(5) INFJ - Emosi

883 107 44
                                    

Jam terakhir telah berbunyi. Semua murid memasukkan barang-barang mereka ke dalam tas dengan semangat. Tak terkecuali Sopan.

Seusai mengucapkan salam kepada sang guru, mereka langsung berbondong-bondong keluar kelas. Menuju rumah masing-masing. Ada pula yang pergi bersama teman atau pacarnya terlebih dahulu. Dan Sopan tidak termasuk golongan yang kedua.

"Kamu udah dijemput, Sop?" tanya Gentar yang sudah siap dengan tasnya. Hanya tersisa beberapa murid lagi di kelas. Biasanya, mereka memutuskan untuk menunggu jemputan di kelas. Atau bersiap untuk kegiatan ekskul.

Sopan memeriksa pesan yang masuk. Ternyata, sang kakak sudah menunggu di depan. "Udah. Kalau kamu?"

"Belum, sih. Ayo ke depan bareng!"

Setelah diangguki oleh Sopan, mereka berjalan beriringan, menuju gerbang sekolah. Sedikit percakapan terselip diantara mereka. Senyum hangat yang tak pernah pudar tercetak di wajah Sopan.

"Dadah, Sopan!" Di luar perkarangan sekolah, Gentar berjalan menuju halte bus. Mereka berjalan berlawanan arah.

Sopan membalas dengan lambaian. Tak lupa senyum ceria yang masih terukir.

Ketika membuka pintu mobil, seketika senyum Sopan memudar. Aura positif yang selalu terpancar menghilang. Wajahnya terlihat sangat kusus. Seperti tak ada harapan untuk hidup.

Sopan membanting tubuhnya dikursi, di samping kursi pengemudi. Setiap helaian nafas kasar yang Sopan hembuskan, seolah bercerita betapa banyak beban yang Sopan pikul-- walau sebenarnya hanya pikirannya saja yang terlalu kalut.

"Halo, Sopan," sapa Taufan, menatap wajah tak bersahabat Sopan. Ia sudah terbiasa dengan perilaku dan ekspresi Sopan yang seratus delapan puluh derajat sering berubah drastis.

"Gimana sekolahnya?"

"Biasa aja."

"Teman-temannya gimana?"

"Biasa aja."

"Ada yang susah gak, pelajarannya?"

"Biasa aja."

"Gimana perasaan Sopan tadi?"

"...biasa aja."

Taufan tersenyum kecil. Jawaban yang selalu sama setiap harinya.

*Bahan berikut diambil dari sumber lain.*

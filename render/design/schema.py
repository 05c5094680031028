"""The design and rig files' schema: one table of field specifications per TOML table.

These tables drive loading, range checks, defaults, error messages and the
README's format table, so the rules live in one place. Each entry is a
:class:`render.validate.Field`: the kind of quantity, whether it is required,
its default and its plausible range.
"""

from __future__ import annotations

from dataclasses import replace
from typing import Any

from .. import units as U
from ..circuit.winding import CORE_FACTORS
from ..errors import InputError
from ..validate import C_RANGE, R_RANGE, TOP_KEYS, Field, with_example
from .construction import CONSTRUCTION
from .model import DEFAULT_HARMONICS

__all__ = ["COIL", "COIL_WITH_GEOMETRY", "DESIGN_TABLES", "FEEDBACK", "HUM", "INPUT_A", "INPUT_B", "MAX_NAME_CHARS", "OUTPUT", "REQUIRED_TABLES", "RIG", "SUPPLY", "TOP_KEYS", "WINDING"]


def read_wire(raw: Any, loc: str) -> tuple[str, float]:
    """A winding's wire: ("awg", gauge) or ("diameter", m)."""
    if isinstance(raw, (int, float)) and not isinstance(raw, bool):
        if not 20 <= raw <= 60:
            raise InputError(f'{loc}={U.shown(raw)}: an AWG gauge must be from 20 to 60 (pickup wire is usually 41 to 44), or give a bare diameter like "0.0635mm"')
        return ("awg", float(raw))
    try:
        dia = U.parse_quantity(raw, U.LENGTH)
    except U.QuantityError as exc:
        raise InputError(f'{loc}={U.shown(raw)}: {exc}; give an AWG number like 42 or a bare diameter like "0.0635mm"') from None
    if not 5e-6 <= dia <= 2e-3:
        raise InputError(f"{loc}={U.shown(raw)}: a bare wire diameter must be from 5 µm to 2 mm")
    return ("diameter", dia)


with_example(read_wire, "42")


def read_core(raw: Any, loc: str) -> float:
    """A winding's core factor: a number from 1 to 20 or a named core."""
    if isinstance(raw, str) and raw in CORE_FACTORS:
        return float(CORE_FACTORS[raw])
    if isinstance(raw, (int, float)) and not isinstance(raw, bool) and 1.0 <= raw <= 20.0:
        return float(raw)
    raise InputError(f"{loc}={U.shown(raw)}: expected a number from 1 to 20 or one of {', '.join(repr(k) for k in CORE_FACTORS)} (rough estimates)")


with_example(read_core, f'"{next(iter(CORE_FACTORS))}"')


COIL = {
    "inductance": Field(U.INDUCTANCE, True, lo=1e-5, hi=100.0, lo_open=False, doc="inductance of the winding"),
    "resistance": Field(U.RESISTANCE, True, lo=1.0, hi=1e6, lo_open=False, doc="DC resistance of the winding"),
    "capacitance": Field(U.CAPACITANCE, True, lo=1e-13, hi=1e-7, lo_open=False, doc="winding self-capacitance across the coil's terminals"),
    "eddy_resistance": Field(U.RESISTANCE, doc="core loss as a resistance in parallel with the inductance", **R_RANGE),
    "eddy_coupling": Field(
        U.RATIO, lo=0.0, hi=0.95, hi_open=True, doc="core loss as a shorted secondary: coupling k², 0 < k² < 0.95", zero="0 is no secondary: leave both eddy_coupling and eddy_corner out"
    ),
    "eddy_corner": Field(U.FREQUENCY, lo=1.0, hi=1e7, lo_open=False, doc="the shorted secondary's corner R2/(2π L2)"),
    "sensitivity": Field(U.SENSITIVITY, True, lo=1e-5, hi=1e3, lo_open=False, doc="EMF per m/s of string velocity at the sensing point"),
    "turns_area": Field(
        U.AREA,
        True,
        lo=1e-6,
        hi=1e3,
        lo_open=False,
        doc="turns × effective loop area; hum EMF = turns_area · dB/dt",
        missing="or describe the coil's turns in a [{table}.geometry] table instead (turns_area is then derived from it)",
    ),
    "position": Field(U.LENGTH, True, lo=1e-3, hi=1.5, lo_open=False, doc="sensing point: distance from the bridge saddle"),
    "aperture": Field(U.LENGTH, default=0.0, lo=0.0, hi=0.2, lo_open=False, doc="width of the sensing window along the string"),
    "signal_polarity": Field("polarity", doc="+1 or -1 (default +1 for coil_a, -1 for coil_b)"),
    "hum_polarity": Field("polarity", default=1, doc="+1 or -1 (default +1: hum is common-mode)"),
}

# with a [coil_x.geometry] table, turns_area is derived from it (an entered one is shown beside it)
COIL_WITH_GEOMETRY = {**COIL, "turns_area": replace(COIL["turns_area"], required=False)}

WINDING = {
    "turns": Field(U.RATIO, True, lo=1.0, hi=1e6, lo_open=False, doc="number of turns"),
    "wire": Field(read_wire, True, doc='AWG gauge number (e.g. 42) or bare copper diameter ("0.0635mm")'),
    "mean_turn": Field(U.LENGTH, True, lo=5e-3, hi=2.0, lo_open=False, doc="mean length of one turn"),
    "height": Field(U.LENGTH, True, lo=2e-4, hi=0.3, lo_open=False, doc="winding length along the coil's axis"),
    "depth": Field(U.LENGTH, True, lo=1e-4, hi=0.1, lo_open=False, doc="radial build of the winding"),
    "core_factor": Field(read_core, True, doc='multiplies the air-core inductance: a number ≥ 1 or "air", "ceramic", "alnico", "steel"'),
    "temperature": Field(U.RATIO, default=20.0, lo=-50.0, hi=200.0, lo_open=False, doc="copper temperature in °C"),
}

INPUT_A = {
    "load_r": Field(U.RESISTANCE, doc="loading resistor across the coil", **R_RANGE),
    "load_c": Field(U.CAPACITANCE, doc="loading capacitor across the coil", zero="0 F is no capacitor: leave load_c out", **C_RANGE),
    "series_c": Field(U.CAPACITANCE, True, doc="from the coil towards the amplifier input (bass cut)", **C_RANGE),
    "series_r": Field(U.RESISTANCE, True, doc="in series with series_c, into the amplifier input", **R_RANGE),
}
INPUT_B = {
    **INPUT_A,
    "bias_top": Field(U.RESISTANCE, True, doc="battery + to the non-inverting input node", **R_RANGE),
    "bias_bottom": Field(U.RESISTANCE, True, doc="non-inverting input node to ground", **R_RANGE),
    "shunt_c": Field(U.CAPACITANCE, doc="non-inverting input node to ground", zero="0 F is no capacitor: leave shunt_c out", **C_RANGE),
}
FEEDBACK = {
    "r": Field(U.RESISTANCE, True, doc="amplifier output to the inverting input", **R_RANGE),
    "c": Field(U.CAPACITANCE, doc="in parallel with r", zero="0 F is no capacitor: leave c out", **C_RANGE),
}
OUTPUT = {
    "coupling_c": Field(U.CAPACITANCE, True, doc="amplifier output to series_r (blocks the DC bias)", **C_RANGE),
    "series_r": Field(U.RESISTANCE, True, doc="to the output jack (sets the output impedance)", **R_RANGE),
    "shunt_r": Field(U.RESISTANCE, doc="output jack to ground", **R_RANGE),
}
SUPPLY = {
    "battery": Field(U.VOLTAGE, True, lo=1.5, hi=60.0, lo_open=False, doc="battery voltage, e.g. 9 or 18"),
    "margin_low": Field(U.VOLTAGE, default=1.0, lo=0.0, hi=30.0, lo_open=False, doc="closest the amplifier output gets to ground"),
    "margin_high": Field(U.VOLTAGE, default=1.0, lo=0.0, hi=30.0, lo_open=False, doc="closest it gets to the battery +"),
    "knee": Field(U.VOLTAGE, default=0.5, lo=1e-3, hi=10.0, lo_open=False, doc="width of the soft transition into each limit"),
    "gbw": Field(U.FREQUENCY, lo=1e3, hi=1e10, lo_open=False, doc="op-amp gain-bandwidth product (absent: no bandwidth limit)"),
    "open_loop_gain": Field(U.RATIO, default=1e5, lo=1e2, hi=1e9, lo_open=False, doc="op-amp DC open-loop gain (default 1e5, from memory: typical of general-purpose op-amps)"),
    "slew_rate": Field(U.SLEW_RATE, lo=1e3, hi=1e11, lo_open=False, doc='op-amp output slew rate, e.g. "13MV/s" or "13V/us" (V/µs, as datasheets give it; needs gbw; absent: no limit)'),
    "noise_voltage": Field(U.VOLTAGE_DENSITY, default=10e-9, lo=1e-11, hi=1e-5, lo_open=False, doc="op-amp input voltage noise density"),
    "noise_current": Field(U.CURRENT_DENSITY, default=1e-14, lo=1e-17, hi=1e-8, lo_open=False, doc="op-amp input current noise density"),
}
RIG = {
    "volume_pot": Field(U.RESISTANCE, default=25e3, doc="volume pot track resistance", **R_RANGE),
    "volume": Field(U.RATIO, default=1.0, lo=0.0, hi=1.0, lo_open=False, doc="volume knob rotation 0..1"),
    "volume_taper": Field("taper", default="audio", doc='"audio" or "linear"'),
    "tone_pot": Field(U.RESISTANCE, default=25e3, doc="tone pot resistance", **R_RANGE),
    "tone": Field(U.RATIO, default=1.0, lo=0.0, hi=1.0, lo_open=False, doc="tone knob rotation 0..1"),
    "tone_taper": Field("taper", default="linear", doc='"audio" or "linear"'),
    "tone_cap": Field(U.CAPACITANCE, default=22e-9, doc="tone capacitor", **C_RANGE),
    "cable_length": Field(U.LENGTH, default=6.0, lo=0.0, hi=200.0, lo_open=False, doc="cable length"),
    "cable_capacitance": Field(U.CAP_PER_LENGTH, default=100e-12, lo=1e-12, hi=1e-9, lo_open=False, doc="cable capacitance per metre"),
    "amp_r": Field(U.RESISTANCE, default=1e6, doc="amplifier input resistance", **R_RANGE),
    "amp_c": Field(U.CAPACITANCE, default=50e-12, lo=0.0, hi=1e-6, lo_open=False, doc="amplifier input capacitance"),
    "passive_pot": Field(U.RESISTANCE, default=500e3, doc="passive reference: volume and tone pots", **R_RANGE),
    "passive_tone_cap": Field(U.CAPACITANCE, default=22e-9, doc="passive reference: tone capacitor", **C_RANGE),
}
HUM = {
    "mains": Field(U.FREQUENCY, default=50.0, lo=40.0, hi=70.0, lo_open=False, doc="mains frequency (50 or 60)"),
    "field": Field(
        U.FLUX_DENSITY,
        default=1e-6,
        lo=1e-10,
        hi=1e-2,
        lo_open=False,
        doc="reference peak flux density: harmonic h peaks at field × harmonics[h−1] (the fundamental at field when harmonics starts with 1)",
    ),
    "harmonics": Field("list", default=DEFAULT_HARMONICS, doc="relative field amplitudes of harmonics 1, 2, 3, …"),
}

DESIGN_TABLES = {
    "coil_a": COIL,
    "coil_b": COIL,
    "input_a": INPUT_A,
    "input_b": INPUT_B,
    "feedback": FEEDBACK,
    "output": OUTPUT,
    "supply": SUPPLY,
    "rig": RIG,
    "hum": HUM,
    "construction": CONSTRUCTION,
}
REQUIRED_TABLES = ("coil_a", "coil_b", "input_a", "input_b", "feedback", "output", "supply")
MAX_NAME_CHARS = 120  # a design's name heads tables, plots and messages (common practice, no source)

Jawaban yang selalu adiknya lontarkan jika diberi pertanyaan yang berhubungan dengan apa yang ia rasakan.

Taufan selalu memaklumi hal itu. Sopan adalah orang yang selalu bingung mengenai perasaannya, dan apa yang ia rasakan. Apakah senang? Sedih? Marah? Ia tidak tahu. Karena Sopan merasakan semua perasaan itu. Alias netral.

Terlalu banyak emosi yang Sopan serap. Sampai Sopan tidak tahu emosi dan perasaannya yang sebenarnya. Karena, semua yang Sopan rasakan adalah emosi milik orang lain.

Atau lebih singkatnya, INFJ adalah orang yang selalu bisa menyerap emosi sekitar. Baik positif maupun negatif. Hingga ia bisa merasakan apa yang dirasakan orang lain tanpa orang itu ceritakan sedikitpun.

Hal itu membuat Sopan, yang sebagai pemilik MBTI INFJ selalu tersesat jika ditanya mengenai dirinya sendiri.

"Kak."

Taufan yang sedang mengetuk-ngetuk setir mobil akibat bosan menunggu lampu hijau menyala menoleh ke arah Sopan. "Apa?"

"Orang itu." Taufan mengikuti arah jari telunjuk Sopan. Melihat seorang pejalan kaki sedang berjalan seraya meminum pop ice seorang diri. "Orang itu kasian, ya."

"Kenapa kasian?"

"Soalnya dia jalan sendiri. Gak ada temen."

Lampu hijau telah menyala. Taufan menjalankan mobilnya. Membuat pejalan kaki tadi menghilang di telan puluhan kendaraan.